As I’ve progressed through Atlas Sound’s discography, there is a very clear trend; atmospheres become less of a focal point, the vocals are higher in the mix, and the lyrics are more coherent. The album art follows suit—Let The Blind featured a picture he liked, Logos had a picture of his Marfan Syndrome affected torso with his face blurred out with a flash.
Parallax, on the other hand, features a close up picture of his face and a microphone. It’s a trend that suggests that maybe Bradford Cox is getting comfortable with himself, if only in the capacity of a singer and songwriter.

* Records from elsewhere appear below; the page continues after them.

impl Patch {
    fn new(shape: Shape, centre: &[f64]) -> Patch {
        let dim = centre.len();
        let mut axis = vec![0.0; dim];
        axis[dim - 1] = 1.0;
        Patch {
            shape,
            centre: centre.to_vec(),
            axis,
            turn: None,
        }
    }

    /// The same patch with its axis along the unit vector `axis`.
    fn turned(mut self, axis: &[f64]) -> Patch {
        let dim = axis.len();
        let mut v: Vec<f64> = axis.iter().map(|a| -a).collect();
        v[dim - 1] += 1.0;
        let length = v.iter().map(|a| a * a).sum::<f64>().sqrt();
        self.axis = axis.to_vec();
        // When the axis is (nearly) e_y the reflection is the identity.
        self.turn = (length > 1e-12).then(|| v.iter().map(|a| a / length).collect());
        self
    }

    fn dim(&self) -> usize {
        self.centre.len()
    }

    /// The number of resolutions: the first variable, then one per factor
    /// of S^{d-2} (S^m for m = d-2 down to 1).
    pub(crate) fn vars(&self) -> usize {
        self.dim() - 1
    }

    /// The number of nodes at resolutions `res` (one per variable).
    pub(crate) fn size(&self, res: &[usize]) -> usize {
        res.iter().fold(2usize, |acc, &n| acc.saturating_mul(n))
    }

    /// Calls `visit(point, normal, weight)` at every node of the rule with
    /// resolutions `res`.
    pub(crate) fn for_each(&self, res: &[usize], visit: &mut Visit<'_>) {
        let dim = self.dim();
        let across = self.across(&res[1..]);
        let slices = self.slices(res[0]);
        let mut point = vec![0.0; dim];
        let mut normal = vec![0.0; dim];
        let radius = match self.shape {
            Shape::Sphere { radius } | Shape::Hemisphere { radius } => Some(radius),
            Shape::Disc { .. } | Shape::Plane { .. } => None,
        };
        if radius.is_none() {
            // Flat patches: the outward normal of the disc is -e_y; the plane
            // passes the n of the conventions, +e_y.
            normal[dim - 1] = if matches!(self.shape, Shape::Disc { .. }) {
                -1.0
            } else {
                1.0
            };
        }
        for slice in &slices {
            for (dir, &w) in across.dirs.chunks_exact(dim).zip(&across.weights) {
                for i in 0..dim {
                    let offset = slice.across * dir[i] + slice.along * self.axis[i];
                    point[i] = self.centre[i] + offset;
                    if let Some(r) = radius {
                        normal[i] = offset / r;
                    }
                }
                visit(&point, &normal, slice.weight * w);
            }
        }
    }

    /// The Jacobi exponents (α, β) of each variable's weight on [-1, 1]:
    /// the first variable's, then those of S^{d-2} down to S^1.
    pub(crate) fn exponents(&self) -> Vec<(f64, f64)> {
        let d = self.dim() as f64;
        let first = match self.shape {
            Shape::Sphere { .. } => (0.5 * (d - 3.0), 0.5 * (d - 3.0)),
            Shape::Hemisphere { .. } => (0.5 * (d - 3.0), 0.0),
            Shape::Disc { .. } => (0.0, d - 2.0),
            Shape::Plane { .. } => (0.0, 0.0),
        };
        let mut all = vec![first];
        for m in (1..self.dim() - 1).rev() {
            let a = 0.5 * (m as f64 - 2.0);
            all.push((a, a));
        }
        all
    }

    /// The factor the first variable's node x brings to the weight beyond
    /// its Jacobi weight: the surface measure and the Jacobian of the map
    /// from [-1, 1] (as in [`Patch::slices`]).
    pub(crate) fn factor(&self, x: f64) -> f64 {
        let d = self.dim() as f64;
        match self.shape {
            Shape::Sphere { radius } => radius.powf(d - 1.0),
            Shape::Hemisphere { radius } => {
                let a = 0.5 * (d - 3.0);
                let t = 0.5 * (1.0 + x);
                radius.powf(d - 1.0) * 2f64.powf(-a - 1.0) * (1.0 + t).powf(a)
            }
            Shape::Disc { radius } => (0.5 * radius).powf(d - 1.0),
            Shape::Plane { scale } => {
                let theta = 0.25 * PI * (1.0 + x);
                let (sin, cos) = theta.sin_cos();
                0.25 * PI * scale.powf(d - 1.0) * (sin / cos).powf(d - 2.0) / (cos * cos)
            }
        }
    }

    /// The point and outward normal (as in [`Patch::for_each`]) of the node
    /// with variables `xs` (one per variable, in [-1, 1]) and the sign
    /// `sign` of S^0, written into `point` and `normal`.
    pub(crate) fn place(&self, xs: &[f64], sign: f64, point: &mut [f64], normal: &mut [f64]) {
        let dim = self.dim();
        let x = xs[0];
        let (along, across, radius) = match self.shape {
            Shape::Sphere { radius } => (
                radius * x,
                radius * ((1.0 - x) * (1.0 + x)).sqrt(),
                Some(radius),
            ),
            Shape::Hemisphere { radius } => {
                let t = 0.5 * (1.0 + x);
                (
                    radius * t,
                    radius * ((1.0 - t) * (1.0 + t)).sqrt(),
                    Some(radius),
                )
            }
            Shape::Disc { radius } => (0.0, 0.5 * radius * (1.0 + x), None),
            Shape::Plane { scale } => {
                let theta = 0.25 * PI * (1.0 + x);
                let (sin, cos) = theta.sin_cos();
                (0.0, scale * sin / cos, None)
            }
        };
        // The direction across: (t_1, s_1 t_2, s_1 s_2 t_3, …, ± s_1 … s_m)
        // on S^{d-2}, with 0 along y, then turned with the patch.
        let dir = normal;
        let mut scale = 1.0;
        for (k, &t) in xs[1..].iter().enumerate() {
            dir[k] = scale * t;
            scale *= ((1.0 - t) * (1.0 + t)).sqrt();
        }
        dir[dim - 2] = scale * sign;
        dir[dim - 1] = 0.0;
        if let Some(v) = &self.turn {
            let dot: f64 = dir.iter().zip(v).map(|(a, b)| a * b).sum();
            for (a, b) in dir.iter_mut().zip(v) {
                *a -= 2.0 * dot * b;
            }
        }
        for i in 0..dim {
            let offset = across * dir[i] + along * self.axis[i];
            point[i] = self.centre[i] + offset;
            if let Some(r) = radius {
                dir[i] = offset / r;
            }
        }
        if radius.is_none() {
            dir.fill(0.0);
            dir[dim - 1] = if matches!(self.shape, Shape::Disc { .. }) {
                -1.0
            } else {
                1.0
            };
        }
    }

    /// The rule of the first variable with n nodes.
    fn slices(&self, n: usize) -> Vec<Slice> {
        let d = self.dim() as f64;
        match self.shape {
            Shape::Sphere { radius } => {
                // S^{d-1}: dΩ = (1 - t²)^{(d-3)/2} dt dΩ_{d-2}, t = cos θ.
                let a = 0.5 * (d - 3.0);
                let rule = gauss_jacobi(n, a, a);
                let measure = radius.powf(d - 1.0);
                rule.nodes
                    .iter()
                    .zip(&rule.weights)
                    .map(|(&t, &w)| Slice {
                        along: radius * t,
                        across: radius * ((1.0 - t) * (1.0 + t)).sqrt(),
                        weight: w * measure,
                    })
                    .collect()
            }
            Shape::Hemisphere { radius } => {
                // t = cos θ ∈ [0, 1], t = (1 + x)/2: (1 - t²)^a dt =
                // 2^{-a-1} (1 - x)^a (1 + t)^a dx, Gauss–Jacobi in x with
                // (1 - x)^a; (1 + t)^a is smooth on [0, 1].
                let a = 0.5 * (d - 3.0);
                let rule = gauss_jacobi(n, a, 0.0);
                let measure = radius.powf(d - 1.0) * 2f64.powf(-a - 1.0);
                rule.nodes
                    .iter()
                    .zip(&rule.weights)
                    .map(|(&x, &w)| {
                        let t = 0.5 * (1.0 + x);
                        Slice {
                            along: radius * t,
                            across: radius * ((1.0 - t) * (1.0 + t)).sqrt(),
                            weight: w * measure * (1.0 + t).powf(a),
                        }
                    })
                    .collect()
            }
            Shape::Disc { radius } => {
                // ρ = r(1 + x)/2: ρ^{d-2} dρ = (r/2)^{d-1} (1 + x)^{d-2} dx.
                let rule = gauss_jacobi(n, 0.0, d - 2.0);
                let measure = (0.5 * radius).powf(d - 1.0);
                rule.nodes
                    .iter()
                    .zip(&rule.weights)
                    .map(|(&x, &w)| Slice {
                        along: 0.0,
                        across: 0.5 * radius * (1.0 + x),
                        weight: w * measure,
                    })
                    .collect()
            }
            Shape::Plane { scale } => {
                // θ = π(1 + x)/4, ρ = a tan θ:
                // ρ^{d-2} dρ = a^{d-1} tan^{d-2}θ sec²θ dθ.
                let rule = gauss_legendre(n);
                rule.nodes
                    .iter()
                    .zip(&rule.weights)
                    .map(|(&x, &w)| {
                        let theta = 0.25 * PI * (1.0 + x);
                        let (sin, cos) = theta.sin_cos();
                        let tan = sin / cos;
                        Slice {
                            along: 0.0,
                            across: scale * tan,
                            weight: w * 0.25 * PI * scale.powf(d - 1.0) * tan.powf(d - 2.0)
                                / (cos * cos),
                        }
                    })
                    .collect()
            }
        }
    }

    /// The unit sphere S^{d-2} across the axis at resolutions `res`, as
    /// directions in R^d (turned with the patch) and weights.
    fn across(&self, res: &[usize]) -> Across {
        let dim = self.dim();
        let sphere = unit_sphere(dim - 2, res);
        let mut dirs = Vec::with_capacity(sphere.weights.len() * dim);
        for omega in sphere.dirs.chunks_exact(dim - 1) {
            let start = dirs.len();
            dirs.extend_from_slice(omega);
            dirs.push(0.0);
            if let Some(v) = &self.turn {
                let dir = &mut dirs[start..];
                let dot: f64 = dir.iter().zip(v).map(|(a, b)| a * b).sum();
                for (a, b) in dir.iter_mut().zip(v) {
                    *a -= 2.0 * dot * b;
                }
            }
        }
        Across {
            dirs,
            weights: sphere.weights,
        }
    }

    /// The Euclidean distance from `p` to the closed patch.
    fn distance(&self, p: &[f64]) -> f64 {
        let dim = self.dim();
        let q: Vec<f64> = p.iter().zip(&self.centre).map(|(a, b)| a - b).collect();
        let along_y = q[dim - 1];
        let across_y = q[..dim - 1].iter().map(|a| a * a).sum::<f64>().sqrt();
        let length = across_y.hypot(along_y);
        match self.shape {
            Shape::Sphere { radius } => (length - radius).abs(),
            Shape::Hemisphere { radius } => {
                if along_y >= 0.0 {
                    (length - radius).abs()
                } else {
                    // The nearest point of the upper hemisphere is on its rim.
                    (across_y - radius).hypot(along_y)
                }
            }
            Shape::Disc { radius } => {
                if across_y <= radius {
                    along_y.abs()
                } else {
                    (across_y - radius).hypot(along_y)
                }
            }
            Shape::Plane { .. } => along_y.abs(),
        }
    }
}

As accessible as Logos is, Parallax makes it look pure left field. The ambience and tape-loops that washed over the previous two records is still here, but they’re pushed aside by a traditional guitar-bass-drums setup and Bradford Cox’s voice, which has a power behind it that makes it sound like he’s renting another person’s set of lungs.

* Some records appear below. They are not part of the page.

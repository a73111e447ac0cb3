//! Lowering: a parsed `.ward` file becomes a [`Program`]: its declarations
//! ([`Context`]) and its statements as [`Term`]s.
//!
//! This is where every mistake a parser cannot see is caught, with its span:
//! undeclared or doubly declared names, operators in the wrong place (D at a
//! bulk point, a boundary operator without a boundary), unbalanced free
//! indices, an index used three times, rule syntax in a `.ward` file, and
//! division by a literal zero.

mod anomaly;
mod components;
mod explicit;
mod functions;
mod indices;
mod numeric;

pub use components::{unit_vector, unit_vector_component};
pub use numeric::{Family, ModelChoice, NumericSpec, ValueSpec};

use std::collections::{BTreeMap, BTreeSet};
use std::sync::Arc;

use num_rational::BigRational;
use num_traits::{Signed, Zero};

use crate::budget::{MAX_BITS, MAX_DEPTH, MAX_NODES};
use crate::context::{
    Context, IndexKind, OperatorDecl, PointDecl, DIMENSION, DISPLACEMENT, NORMAL, STRESS_TENSOR,
};
use crate::diagnostic::{Error, ErrorKind, Result, Source};
pub use crate::syntax::ast::Channel;
use crate::syntax::ast::{
    self, BinOp, BlockDims, Expr, ExprKind, Insertion, Name, OpKind, PointRef, Span, Stmt,
};
use crate::term::{Index, Op, Point, Term};

/// A lowered `.ward` file.
#[derive(Debug)]
pub struct Program {
    pub source: Arc<Source>,
    pub ctx: Arc<Context>,
    pub items: Vec<Item>,
    /// Rule files named by `rules "…"` statements, as written, with spans.
    pub rule_files: Vec<(String, Span)>,
    /// The model, coefficients and values for numeric statements.
    pub numeric: NumericSpec,
}

/// One statement that asks for work.
#[derive(Debug)]
pub struct Item {
    pub kind: ItemKind,
    pub span: Span,
    /// 1-based line of the statement.
    pub line: usize,
}

/// One step of a derivation: the expression, its line, and the names after
/// `by` with their spans.
#[derive(Clone, Debug)]
pub struct Step {
    pub expr: Term,
    pub line: usize,
    pub cited: Vec<(String, Span)>,
}

#[derive(Debug)]
pub enum ItemKind {
    /// `simplify E [expect R]`; `expect_span` is where R is written, for
    /// `test --accept` to rewrite it.
    Simplify {
        expr: Term,
        expect: Option<Term>,
        expect_span: Option<Span>,
    },
    /// `claim L = R`; `slip`: marked as a slip, expected to be refuted.
    Claim { lhs: Term, rhs: Term, slip: bool },
    /// `evaluate E`: numeric values in the file's model, one per value of
    /// the free indices.
    Evaluate { expr: Term, free: Vec<String> },
    /// `perturb ⟨X⟩ by g O… on boundary z… to order N`: conformal
    /// perturbation theory in g ∫ O over the wall (docs/conventions.md §17).
    Perturb {
        /// The correlator ⟨X⟩, bulk scalar insertions only.
        corr: Term,
        coupling: Term,
        /// The boundary operators whose product at one point is O.
        operators: Vec<String>,
        /// The integration points, one per order.
        points: Vec<Point>,
        order: usize,
        /// `expect order n = E` (`Some(n)`) or `expect total = E` (`None`).
        expects: Vec<(Option<usize>, Term)>,
    },
    /// `compare L = R`: both sides numerically.
    Compare {
        lhs: Term,
        rhs: Term,
        free: Vec<String>,
    },
    /// `flux ∂[i](x) { F } = R radius r`.
    Flux {
        index: Index,
        var: Point,
        body: Term,
        rhs: Term,
        radius: Term,
        free: Vec<String>,
    },
    /// `scan p from a to b steps n: L = R [into "name"]`.
    Scan {
        param: String,
        from: f64,
        to: f64,
        steps: usize,
        lhs: Term,
        rhs: Term,
        free: Vec<String>,
        /// File stem for the CSV and SVG output, as written.
        output: Option<String>,
    },
    /// `structures ⟨…⟩` / `decompose ⟨…⟩ in structures`: the tensor
    /// structures of a correlator, and with `fit` the model's correlator
    /// expanded in them.
    Structures {
        corr: Term,
        fit: bool,
        /// File stem for the CSV and SVG output, as written.
        output: Option<String>,
    },
    /// `decompose ⟨O(x1) O(x2)⟩ in CHANNEL blocks …`: the two-point
    /// function expanded in the blocks of one channel.
    Decompose {
        corr: Term,
        channel: Channel,
        dims: Dims,
        /// File stem for the CSV and SVG output, as written.
        output: Option<String>,
    },
    /// `derivation NAME …`: each step with its line and the names of what
    /// justifies it.
    Derivation {
        name: String,
        start: Term,
        steps: Vec<Step>,
        /// Free indices shared by every step, for numeric checks.
        free: Vec<String>,
        /// Marked `slip`: some step is expected to be refuted.
        slip: bool,
    },
    /// `solve a from L = R`.
    Solve {
        unknown: String,
        lhs: Term,
        rhs: Term,
        free: Vec<String>,
    },
    /// `classify eps`: ε[n] on the boundary, zero for a preserved generator.
    Classify {
        name: String,
        family: &'static str,
        normal_component: Term,
    },
}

Furthermore, his adventures through pop-classicism have made their way to his lyrical delivery, and the result is a Bradford Cox who croons as much as he whispers (see “Angel Is Broken” for Cox’s emulation of Elvis).
Lyrically, Cox is focusing less on uber-personal themes of his time in hospitals or coming to grips with his body, and his happiness is less fatalist and more…well, happy. There are some real love songs here (“Te Amo”), untainted by the pessimism that rooted around in Logos. Also, he touches on more universal themes for the first time (coherently, anyway) like spirituality and the perfection-striving of artists. It’s a natural change considering, how much more comfortable he seems here being heard as opposed to the mumbled vocalizations that filled Let The Blind.

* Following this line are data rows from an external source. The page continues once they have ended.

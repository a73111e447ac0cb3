//! Numeric work for one file: the model built from its `model` and
//! `coefficient` statements, numeric values from `values` and `place … at`,
//! and the evaluation of terms.
//!
//! A term is evaluated the symbolic way first: Ward rules and normalisation,
//! then the model's explicit correlators, normalisation again (derivatives
//! of the model are symbolic), then a compiled program. An integral over a
//! sphere `∮[x on ball(c, r)]` or over the boundary plane `∫[x∥ in
//! boundary]` is not worked out symbolically here but by quadrature, with
//! the error estimate reported: that is what makes a flux an independent
//! check of the local identities (docs/conventions.md §8).

use std::sync::atomic::{AtomicUsize, Ordering};
use std::sync::{Arc, Mutex};

use num_traits::{One, ToPrimitive, Zero};

use super::agreement::{
    agreement, describe_loss, relative_difference, Agreement, ERROR_SAFETY, RESOLUTION,
};
use super::eval::compile;
use super::models::conformal::{Conformal, Convention};
use super::models::free_scalar::{Composite, FreeScalar, Mapping, Reflection, Wall};
use super::models::{apply, pointwise_pairs, sphere_area, Model, SPHERE_AREA};
use super::quadrature::{integrate_batch, Surface, Tolerance, MAX_DIM, MIN_DIM};
use super::series::{Series, Q};
use super::Values;
use crate::context::{Context, IndexKind, DIMENSION, STRESS_TENSOR};
use crate::diagnostic::{Error, ErrorKind, Result};
use crate::engine::{Engine, Solved, Verdict};
use crate::lower::{Family, ModelChoice, NumericSpec};
use crate::normal::{normalize_pointwise as normalize, Coincidence, Singular};
use crate::term::{Index, Integral, Point, Region, Term};

/// The parameter that carries the outward normal at each quadrature node.
const NORMAL_VALUE: &str = "N#";
/// Relative accuracy asked of quadrature unless a `tolerance` statement
/// sets it.
pub const QUADRATURE_TOLERANCE: f64 = 1e-11;
/// Absolute accuracy asked of quadrature, for integrals that vanish, as a
/// fraction of the relative one (1e-12 by default).
const QUADRATURE_FLOOR: f64 = 0.1;
/// Largest number of integrand evaluations for one integral.
const QUADRATURE_BUDGET: usize = 400_000;
/// How far (relative) a third evaluation of `solve` may be off the line
/// through the first two.
const LINEARITY_TOLERANCE: f64 = 1e-8;
/// Every this many integrand evaluations, one carries a rounding bound.
const ROUNDING_SAMPLE: usize = 16;

/// The numeric set-up of one file. It may be shared between threads (a
/// scan's steps run in parallel), and [`Session::on_sample`] gives each
/// thread of a `sample` its own configuration with the same model and the
/// same cache of symbolic work.
pub struct Session<'a> {
    ctx: &'a Context,
    engine: &'a Engine,
    model: Arc<dyn Model + Send + Sync>,
    /// One set of values per sample (declared positions, plus seeded random
    /// ones for points without a position); statements run on each.
    samples: Arc<Vec<Values>>,
    current: AtomicUsize,
    /// Explicit normal forms already worked out, by input term.
    explicit_cache: Arc<Mutex<std::collections::HashMap<Term, Term>>>,
    /// Their compiled forms, by input term and component: a scan or a grid
    /// evaluates the same component at many configurations.
    compiled_cache: Arc<Mutex<CompiledCache>>,
    /// Second-order double integrals of `perturb` already done, by the
    /// connected correlator, the values and the tolerance: they do not
    /// depend on the coupling, so several couplings share one.
    double_cache: Arc<Mutex<std::collections::HashMap<String, super::perturb::DoubleResult>>>,
    /// The relative accuracy asked of quadrature (`tolerance`, or
    /// [`QUADRATURE_TOLERANCE`]).
    tolerance: f64,
    /// The scalar parameters' values as given (exact rationals), for the
    /// series solve of `decompose`.
    exact: Arc<std::collections::BTreeMap<String, Q>>,
}

type CompiledCache =
    std::collections::HashMap<(Term, Vec<(String, usize)>), Arc<super::eval::Program>>;

pub use super::agreement::Value;

/// The solution of a linear equation for one parameter.
#[derive(Clone, Debug, PartialEq)]
pub struct Solution {
    pub value: f64,
    /// The component of the equation that fixed it.
    pub component: Vec<(String, usize)>,
    /// Largest |left - right| over all components at the solution.
    pub residual: f64,
}

/// A scan: for each value of the parameter, every component of both sides.
#[derive(Clone, Debug, Default, PartialEq)]
pub struct Scan {
    pub param: String,
    /// One label per component (`nu=0`, or empty for a scalar).
    pub labels: Vec<String>,
    /// (parameter, left components, right components).
    pub rows: Vec<(f64, Vec<f64>, Vec<f64>)>,
    /// Per row, per component: the relative difference of the two sides
    /// and the agreement rule's verdict.
    pub judged: Vec<Vec<(f64, Agreement)>>,
    /// Per row: the error estimate of each component of the left and the
    /// right side (quadrature error plus rounding bound; empty when not
    /// kept).
    pub errors: Vec<(Vec<f64>, Vec<f64>)>,
}

/// A local identity checked insertion by insertion.
#[derive(Clone, Debug, PartialEq)]
pub struct FluxReport {
    pub around: Vec<FluxCheck>,
    pub away: Vec<Conservation>,
}

/// The flux through the sphere around one insertion and the contact terms
/// the right side puts inside it.
#[derive(Clone, Debug, PartialEq)]
pub struct FluxCheck {
    pub point: String,
    pub flux: Evaluation,
    pub contact: Evaluation,
}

The thing that has struck me the most about this album is how…normal it can sound. Slapback echoed voice and occasional ethnic instruments aside, some of these songs (see: “Mona Lisa,” the lead single) wouldn’t sound too out of place on a radio station devoted to the pop songs of yesteryear. After flirtations with AM rock on Microcastle and Halcyon Digest with Deerhunter, Parallax finally sees that fascination reach its apex.
But even with the loss of the shoegaze and krautrock flavors (oh, how I love walls of noise…), there’s still plenty of studio noodling and sound-crafting to offer an engaging listen.